PROBLEM DESCRIPTION |
In the records below, count every line that contains the word "speed" and report only the total.

+---+

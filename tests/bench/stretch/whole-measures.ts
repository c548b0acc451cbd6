// Measures of a whole sound: spectrum against the source, length, energy, clipping, stereo image, onsets.
import { energySums, framePower, hann, middleChannel, phasorAt, powerDecibels } from './dsp.ts'
import type { KnownPitch } from './material.ts'
import { centsBetween, pitchNear } from './tone-measures.ts'
import type { Sound } from './wav.ts'
import { median } from '@shared/timing/statistics'
import { percentile } from '../statistics.ts'

const frameSize = 4096

/**
 * Log-spectral distance, decibels: frames of the source against those at the same place of the take in the output, Hann,
 * 4096 long, every 50 ms of the source; power floored `floorDb` below the source frame's peak; root mean square over the bins
 * below 10 kHz, mean over the frames that are within `floorDb` of the loudest.
 */
export const spectralDistance = (source: Sound, output: Sound, speed: number, floorDb: number): number => {
  const [a, b] = [middleChannel(source.channels), middleChannel(output.channels)]
  const rate = source.sampleRate
  const window = hann(frameSize)
  const top = Math.round((10_000 * frameSize) / rate)
  const peakOf = (power: Float64Array): number => power.reduce((most, value) => Math.max(most, value), 0)
  const frames: { at: number; power: Float64Array; peak: number }[] = []
  for (let at = 0; at + frameSize <= a.length; at += Math.round(0.05 * rate)) {
    const power = framePower(a, at, window)
    frames.push({ at, power, peak: peakOf(power) })
  }
  const loudest = frames.reduce((most, frame) => Math.max(most, frame.peak), 0)
  const distances = frames
    .filter((frame) => frame.peak > loudest * 10 ** (-floorDb / 10))
    .map(({ at, power, peak }) => {
      const middle = Math.round((at + frameSize / 2) / speed)
      const other = framePower(b, middle - frameSize / 2, window)
      const floor = peak * 10 ** (-floorDb / 10)
      let sum = 0
      for (let i = 1; i <= top; i += 1)
        sum += (powerDecibels((power[i] as number) + floor) - powerDecibels((other[i] as number) + floor)) ** 2
      return Math.sqrt(sum / top)
    })
  return distances.reduce((x, y) => x + y, 0) / Math.max(1, distances.length)
}

export interface WholeFigures {
  lengthMs: number
  energyDb: number
  peak: number
}

export const measureWhole = (source: Sound, output: Sound, speed: number): WholeFigures => {
  const power = (sound: Sound): number =>
    sound.channels.reduce((sum, channel) => sum + energySums(channel)(0, channel.length) / channel.length, 0)
  const frames = (source.channels[0]?.length ?? 0) / speed
  return {
    lengthMs: (((output.channels[0]?.length ?? 0) - frames) / source.sampleRate) * 1000,
    energyDb: powerDecibels(power(output) / power(source)),
    peak: output.channels.reduce((most, channel) => channel.reduce((a, b) => Math.max(a, Math.abs(b)), most), 0)
  }
}

export interface MixFigures {
  /** The furthest, cents. */
  cents: number
  /** The furthest difference of the left-to-right level of a known pitch, decibels. */
  image: number
}

/** Pitches of a mix that stand alone in the spectrum, each in the span in which it is steady. */
export const measureMix = (
  source: Sound,
  output: Sound,
  pitches: readonly KnownPitch[],
  speed: number,
  ratio: number
): MixFigures => {
  const rate = source.sampleRate
  const sided = (sound: Sound, hertz: number, from: number, to: number): number => {
    const [left, right] = sound.channels.map((channel) => {
      const { re, im } = phasorAt(channel, from, to - from, hertz / rate)
      return re * re + im * im
    })
    return powerDecibels((left ?? 1) / (right ?? 1))
  }
  const [before, after] = [middleChannel(source.channels), middleChannel(output.channels)]
  const alone = pitches.filter((one) =>
    pitches.every((other) => {
      if (other === one || other.toSec <= one.fromSec || other.fromSec >= one.toSec) return true
      return Array.from({ length: 24 }, (_, k) => (k + 1) * other.hertz).every(
        (hertz) => Math.abs(hertz / one.hertz - 1) > 0.05
      )
    })
  )
  const rows = alone.map(({ hertz, fromSec, toSec }) => {
    const inSource = { from: Math.round(fromSec * rate), to: Math.round(toSec * rate) }
    const inOutput = { from: Math.round((fromSec / speed) * rate), to: Math.round((toSec / speed) * rate) }
    const known = pitchNear(before, rate, hertz, inSource, 0.3).hertz
    const got = pitchNear(after, rate, hertz * ratio, inOutput, 0.3).hertz
    return {
      cents: Math.abs(centsBetween(got, known * ratio)),
      image: Math.abs(sided(output, got, inOutput.from, inOutput.to) - sided(source, known, inSource.from, inSource.to))
    }
  })
  return { cents: Math.max(...rows.map((row) => row.cents)), image: Math.max(...rows.map((row) => row.image)) }
}

/**
 * Onsets by spectral flux: 1024 Hann frames every 5 ms, differences of the logarithm of 1 + 5 x the bin's size over 15 ms, summed
 * where positive; peaks above the running median by a fifth of the 98th percentile, 30 ms x stretch apart.
 */
export const findOnsets = (sound: Sound, stretch: number): number[] => {
  const x = middleChannel(sound.channels)
  const rate = sound.sampleRate
  const hop = Math.round(0.005 * rate)
  const window = hann(1024)
  const lag = 3
  const logs: Float64Array[] = []
  for (let at = -512; at + 512 < x.length; at += hop)
    logs.push(framePower(x, at, window).map((power) => Math.log(1 + 5 * Math.sqrt(power))))
  const flux = logs.map((now, i) => {
    const before = logs[i - lag]
    return before ? now.reduce((sum, value, bin) => sum + Math.max(0, value - (before[bin] as number)), 0) : 0
  })
  const least = 0.2 * percentile(flux, 0.98)
  const reach = Math.round((0.03 * stretch) / 0.005)
  const around = Math.round((0.1 * stretch) / 0.005)
  const found: number[] = []
  flux.forEach((value, i) => {
    const near = flux.slice(Math.max(0, i - reach), i + reach + 1)
    if (value < Math.max(...near) || near.indexOf(value) !== Math.min(i, reach)) return
    const floor = median(flux.slice(Math.max(0, i - around), i + around + 1)) ?? 0
    if (value > floor + least) found.push(((i - lag / 2) * hop) / rate)
  })
  return found
}

export interface OnsetMatch {
  f1: number
  /** Of the matched ones, output less expected, seconds. */
  late: number[]
}

/** Greedy in order of time: each at most once, within `tolerance` seconds. */
export const matchOnsets = (expected: readonly number[], got: readonly number[], tolerance: number): OnsetMatch => {
  const late: number[] = []
  let next = 0
  for (const want of expected) {
    while (next < got.length && (got[next] as number) < want - tolerance) next += 1
    const now = got[next]
    if (now !== undefined && now <= want + tolerance) {
      late.push(now - want)
      next += 1
    }
  }
  return { f1: (2 * late.length) / Math.max(1, expected.length + got.length), late }
}
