// Measures of steady tones: pitch, ripple of the level, single partials, energy that is on no partial.
import { blackmanHarris, decibels, energySums, framePower, phasorAt, powerDecibels } from './dsp.ts'

export interface Span {
  from: number
  to: number
}

/** Strongest spectral peak within a semitone and a half of what is expected; good to about a cent. */
const roughPitch = (x: ArrayLike<number>, rate: number, expected: number, { from, to }: Span): number => {
  const size = 2 ** Math.min(17, Math.ceil(Math.log2(to - from)))
  const window = blackmanHarris(Math.min(size, to - from))
  const power = framePower(x, from, window, size)
  const [low, high] = [(expected / 1.09) * (size / rate), expected * 1.09 * (size / rate)]
  let best = Math.max(1, Math.ceil(low))
  for (let i = best; i <= high; i += 1) if ((power[i] as number) > (power[best] as number)) best = i
  const [a, b, c] = [best - 1, best, best + 1].map((i) => Math.log((power[i] as number) + 1e-30)) as [
    number,
    number,
    number
  ]
  const bend = a - 2 * b + c
  return ((best + (bend < 0 ? (0.5 * (a - c)) / bend : 0)) * rate) / size
}

interface Track {
  hertz: number
  /** Mean amplitude. */
  level: number
}

/** Frequency by the slope of the phase over overlapping frames, and the mean amplitude, near a frequency known roughly. */
const trackPartial = (
  x: ArrayLike<number>,
  rate: number,
  near: number,
  frameSec: number,
  { from, to }: Span
): Track => {
  const length = Math.min(to - from, Math.round(frameSec * rate))
  const hop = Math.max(1, Math.floor(length / 4))
  let [last, turns] = [0, 0]
  let [n, sumT, sumP, sumTT, sumTP, sumA] = [0, 0, 0, 0, 0, 0]
  for (let at = from; at + length <= to; at += hop) {
    const { re, im } = phasorAt(x, at, length, near / rate)
    const phase = Math.atan2(im, re)
    if (n > 0) turns += Math.round((last - phase) / (2 * Math.PI) - turns)
    const whole = phase + 2 * Math.PI * turns
    last = whole
    const t = (at - from) / rate
    n += 1
    sumT += t
    sumP += whole
    sumTT += t * t
    sumTP += t * whole
    sumA += (2 * Math.hypot(re, im)) / 2
  }
  const slope = n > 1 ? (n * sumTP - sumT * sumP) / (n * sumTT - sumT * sumT) : 0
  return { hertz: near + slope / (2 * Math.PI), level: sumA / Math.max(1, n) }
}

/** Hertz of one sinusoid near `expected` within the span, and its level; frames of at least `leastSec` keep neighbours apart. */
export const pitchNear = (
  x: ArrayLike<number>,
  rate: number,
  expected: number,
  span: Span,
  leastSec: number
): Track => {
  const frameSec = Math.max(leastSec, 8 / expected)
  const rough = roughPitch(x, rate, expected, span)
  const first = trackPartial(x, rate, rough, frameSec, span)
  return trackPartial(x, rate, first.hertz, frameSec, span)
}

export const centsBetween = (hertz: number, expected: number): number => 1200 * Math.log2(hertz / expected)

export interface ToneMeasure {
  cents: number
  /** Half of the way between the highest and the lowest level, decibels. */
  ripple: number
  partials: number[]
  /** Energy further than 4.5 bins of a 0.7 s frame from every partial, to the whole, decibels. */
  offPartials: number
}

/** `expected` hertz; the span must be free of the tone's beginning and end. */
export const measureTone = (
  x: ArrayLike<number>,
  rate: number,
  expected: number,
  count: number,
  span: Span
): ToneMeasure => {
  const present = Array.from({ length: count }, (_, i) => i + 1).filter((k) => k * expected < rate * 0.45)
  const frameSec = Math.max(0.12, 8 / expected)
  let hertz = pitchNear(x, rate, expected, span, frameSec).hertz
  let tracks: Track[] = []
  for (let round = 0; round < 2; round += 1) {
    tracks = present.map((k) => trackPartial(x, rate, k * hertz, frameSec, span))
    // Each partial tells the fundamental k times as finely; weighted by its power.
    const weights = tracks.map((track, i) => (present[i] as number) ** 2 * track.level ** 2)
    const whole = weights.reduce((a, b) => a + b, 0)
    const mean = tracks.reduce(
      (sum, track, i) => sum + (track.hertz / (present[i] as number)) * (weights[i] as number),
      0
    )
    if (whole > 0) hertz = mean / whole
  }
  return {
    cents: centsBetween(hertz, expected),
    ripple: rippleOf(x, rate, hertz, span),
    partials: tracks.map((track) => decibels(track.level)),
    offPartials: energyOff(x, rate, hertz, present.length, span)
  }
}

/** Level over whole periods (at least 40 ms), every quarter of that. */
const rippleOf = (x: ArrayLike<number>, rate: number, hertz: number, { from, to }: Span): number => {
  const sums = energySums(x)
  const width = (Math.ceil(0.04 * hertz) * rate) / hertz
  let [low, high] = [Infinity, -Infinity]
  for (let at = from; at + width <= to; at += width / 4) {
    const level = powerDecibels(sums(at, at + width) / width)
    low = Math.min(low, level)
    high = Math.max(high, level)
  }
  return (high - low) / 2
}

const energyOff = (x: ArrayLike<number>, rate: number, hertz: number, count: number, { from, to }: Span): number => {
  const size = 2 ** 15
  const window = blackmanHarris(Math.min(size, to - from))
  const lobe = 4.5 * (size / window.length)
  let [off, whole] = [0, 0]
  for (let at = from; at === from || at + window.length <= to; at += window.length >> 1) {
    framePower(x, at, window, size).forEach((power, bin) => {
      const k = Math.max(1, Math.min(count, Math.round((bin * rate) / size / hertz)))
      whole += power
      if (Math.abs(bin - (k * hertz * size) / rate) > lobe) off += power
    })
  }
  return powerDecibels(off / whole)
}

+---+

RESULT |
6